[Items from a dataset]
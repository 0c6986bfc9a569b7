/**
 * Prediction for every ensemble kind, called by `predictFrame` (src/learn/predict.ts) for kinds other
 * than 'tree'.
 */
import type { Frame } from '../../table/frame.js';
import type { ModelHeader, Predictions } from '../model.js';
import type { AdaBoostModel, BoostingModel, ForestModel, StackModel } from './models.js';
import { predictAdaBoost } from './predict-adaboost.js';
import { predictBoosting } from './predict-boosting.js';
import { predictForest } from './predict-forest.js';
import { predictStack } from './predict-stack.js';

/**
 * Predictions of an ensemble model, or null when `model` is not an ensemble kind.
 * @param predictAny predicts a stack's members (any kind). __Default:__ none (required).
 * @example
 * predictEnsemble(forest, frame, predictFrame);
 */
export function predictEnsemble(
  model: ModelHeader, frame: Frame, predictAny: (m: ModelHeader, f: Frame) => Predictions,
): Predictions | null {
  switch (model.kind) {
    case 'bagging':
    case 'forest':
      return predictForest(model as ForestModel, frame);
    case 'adaboost':
      return predictAdaBoost(model as AdaBoostModel, frame);
    case 'boosting':
      return predictBoosting(model as BoostingModel, frame);
    case 'stack':
      return predictStack(model as StackModel, frame, predictAny);
    default:
      return null;
  }
}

■ **WHAT YOU WILL DO**:
Would you report every line of the entries above containing the word "kind"?

■ **EXERCISE ANSWER**:
 * Prediction for every ensemble kind, called by `predictFrame` (src/learn/predict.ts) for kinds other
 * Predictions of an ensemble model, or null when `model` is not an ensemble kind.
 * @param predictAny predicts a stack's members (any kind). __Default:__ none (required).
  switch (model.kind) {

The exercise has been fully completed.